**Your task:** Whenever the word "null" turns up in a line of the data below, copy that line.

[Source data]
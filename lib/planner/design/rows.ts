import type { DesignedLevel, DesignRequest } from '@/lib/contracts';
import { EngineError } from '@/lib/contracts';
import { randomSource } from '@/lib/sim/random/generator';
import type { Placed } from './anchors';
import { withinStep } from './settable';

/** More rungs than this in one series is a mistake in the largest step, not a plan. */
const MOST_RUNGS = 2000;

export type Walk = {
  order: DesignRequest['order'];
  start: number;
  largestStep?: number;
  /** Sorted doses that may serve as rungs; null: any dose. */
  path: number[] | null;
  seed: number;
};

function tooMany(rungs: number): never {
  throw new EngineError(
    'limit-exceeded',
    `a largest step this small needs ${rungs} rungs between two levels (at most ${MOST_RUNGS}): raise it or narrow the range`,
    'limits.largestStep',
  );
}

function evenRungs(from: number, to: number, largest: number): number[] {
  let steps = Math.max(1, Math.ceil(((to - from) / largest) * (1 - 1e-12)));
  if (steps > MOST_RUNGS) tooMany(steps - 1);
  const at = (i: number) => from + ((to - from) * i) / steps;
  while (
    !Array.from({ length: steps }, (_, i) => i).every((i) => withinStep(at(i), at(i + 1), largest))
  ) {
    steps += 1;
  }
  return Array.from({ length: steps - 1 }, (_, i) => at(i + 1));
}

/** Fewest rungs from the settable doses, as even as these allow. */
function rungsOnPath(from: number, to: number, largest: number, path: number[]): number[] {
  const between = path.filter((d) => d > from && d < to);
  // deadlines[j]: the lowest dose from which `to` can still be reached in j + 1 steps.
  const deadlines: number[] = [];
  for (let goal = to; !withinStep(from, goal, largest); ) {
    const lowest = between.find((d) => d < goal && withinStep(d, goal, largest));
    if (lowest === undefined) {
      throw new EngineError(
        'internal',
        'the settable doses leave a gap wider than the largest step',
      );
    }
    deadlines.push(lowest);
    goal = lowest;
    if (deadlines.length > MOST_RUNGS) tooMany(deadlines.length);
  }
  const rungs: number[] = [];
  let at = from;
  for (let left = deadlines.length; left > 0; left -= 1) {
    const wish = at + (to - at) / (left + 1);
    const here = at;
    const open = between.filter(
      (d) => d > here && d >= deadlines[left - 1]! && withinStep(here, d, largest),
    );
    at = open.reduce((a, b) => (Math.abs(b - wish) < Math.abs(a - wish) ? b : a));
    rungs.push(at);
  }
  return rungs;
}

function rungsBetween(from: number, to: number, walk: Walk): Placed[] {
  const largest = walk.largestStep;
  if (largest === undefined || withinStep(from, to, largest)) return [];
  const doses = walk.path
    ? rungsOnPath(from, to, largest, walk.path)
    : evenRungs(from, to, largest);
  return doses.map((dose) => ({ dose, purpose: 'approach' as const }));
}

function rising(sorted: Placed[], walk: Walk): Placed[] {
  const rows: Placed[] = [];
  let at = walk.start;
  for (const level of sorted) {
    rows.push(...rungsBetween(at, level.dose, walk), level);
    at = level.dose;
  }
  return rows;
}

function shuffled(rows: Placed[], seed: number): Placed[] {
  const random = randomSource(seed);
  const out = [...rows];
  for (let i = out.length - 1; i > 0; i -= 1) {
    const j = random.below(i + 1);
    [out[i], out[j]] = [out[j]!, out[i]!];
  }
  return out;
}

function ordered(sorted: Placed[], walk: Walk): Placed[] {
  const falling = [...sorted].reverse();
  const top = falling[0];
  if (top === undefined) return [];
  if (walk.order === 'randomised') return shuffled(sorted, walk.seed);
  if (walk.order === 'descending') return [...rungsBetween(walk.start, top.dose, walk), ...falling];
  const up = rising(sorted, walk);
  return walk.order === 'ascending' ? up : [...up, ...up.slice(0, -1).reverse()];
}

/**
 * The rows in order of work, with the rungs that the largest rising step asks for, counted from
 * the dose in force at the start. `both`: all rows rising, then falling, the top once.
 */
export function rowsOf(placed: readonly Placed[], walk: Walk, replicates: number): DesignedLevel[] {
  const sorted = [...placed].sort((a, b) => a.dose - b.dose);
  return ordered(sorted, walk).map((row, i) => ({ ...row, replicates, position: i + 1 }));
}
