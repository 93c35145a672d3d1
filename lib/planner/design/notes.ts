import type { DesignedLevel, DesignRequest, Note } from '@/lib/contracts';
import { shown } from './anchors';
import type { Prior } from './prior';
import { shareAbove } from './prior';
import { startOf } from './settable';

const percent = (share: number) => `${Math.round(100 * share)} %`;

function levelCount(request: DesignRequest, doses: readonly number[]): Note[] {
  if (doses.length === request.levels) return [];
  const { limits } = request;
  if (doses.length > 0) {
    const text = `${doses.length} onset levels instead of ${request.levels}: no more settable doses lie within range, ceiling and smallest step.`;
    return [{ code: 'fewer-levels', text }];
  }
  const why =
    limits?.ceiling !== undefined && limits.ceiling < request.range[0]
      ? `the ceiling, ${shown(limits.ceiling)}, lies below the range`
      : `no settable dose within the range can be reached from ${shown(startOf(request))}`;
  return [{ code: 'fewer-levels', text: `No level can be set: ${why}.` }];
}

/** Ceiling and range against the predicted onset. */
function coverage(request: DesignRequest, prior: Prior): Note[] {
  const notes: Note[] = [];
  const ceiling = request.limits?.ceiling;
  if (ceiling !== undefined) {
    const over = shareAbove(prior, ceiling);
    if (over >= 0.05) {
      const text = `${percent(over)} of the predicted onset lies above the ceiling, ${shown(ceiling)}: the series may end before the onset.`;
      notes.push({ code: 'ceiling-below-onset', text });
    }
  }
  const [lo, hi] = request.range;
  const outside = 1 - shareAbove(prior, lo) + shareAbove(prior, hi);
  if (outside >= 0.1) {
    const text = `${percent(outside)} of the predicted onset lies outside the range ${shown(lo)} to ${shown(hi)}.`;
    notes.push({ code: 'range-misses-onset', text });
  }
  return notes;
}

function steps(request: DesignRequest, levels: readonly DesignedLevel[]): Note[] {
  const notes: Note[] = [];
  const { smallestStep = 0, largestStep, ceiling } = request.limits ?? {};
  const rungs = levels.filter((level) => level.purpose === 'approach').length;
  if (rungs > 0) {
    const text = `${rungs} approach ${rungs === 1 ? 'row keeps' : 'rows keep'} every rise within the largest step, ${shown(largestStep ?? 0)}.`;
    notes.push({ code: 'approach-added', text });
  }
  const sorted = [...new Set(levels.map((level) => level.dose))].sort((a, b) => a - b);
  const tight = sorted.some((d, i) => i > 0 && d - sorted[i - 1]! < smallestStep * (1 - 1e-9));
  if (tight) {
    const text = `Approach rows stand closer than the smallest step, ${shown(smallestStep)}: the largest step comes first.`;
    notes.push({ code: 'smallest-step', text });
  }
  if (ceiling !== undefined && startOf(request) > ceiling) {
    const text = `The dose in force before, ${shown(startOf(request))}, lies above the ceiling, ${shown(ceiling)}: the first row lowers it.`;
    notes.push({ code: 'limit-moved-level', text });
  }
  return notes;
}

/** Everything that the limits changed or refused, in words. */
export function limitNotes(
  request: DesignRequest,
  prior: Prior,
  doses: readonly number[],
  levels: readonly DesignedLevel[],
  sets: number,
): Note[] {
  const notes = [
    ...levelCount(request, doses),
    ...coverage(request, prior),
    ...steps(request, levels),
  ];
  if (sets > 1) {
    const text =
      'The settable doses leave a gap wider than the largest step: the series stays on one side of it.';
    notes.push({ code: 'limit-moved-level', text });
  }
  return notes;
}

**Written response:**
  /** Sorted doses that may serve as rungs; null: any dose. */
  path: number[] | null;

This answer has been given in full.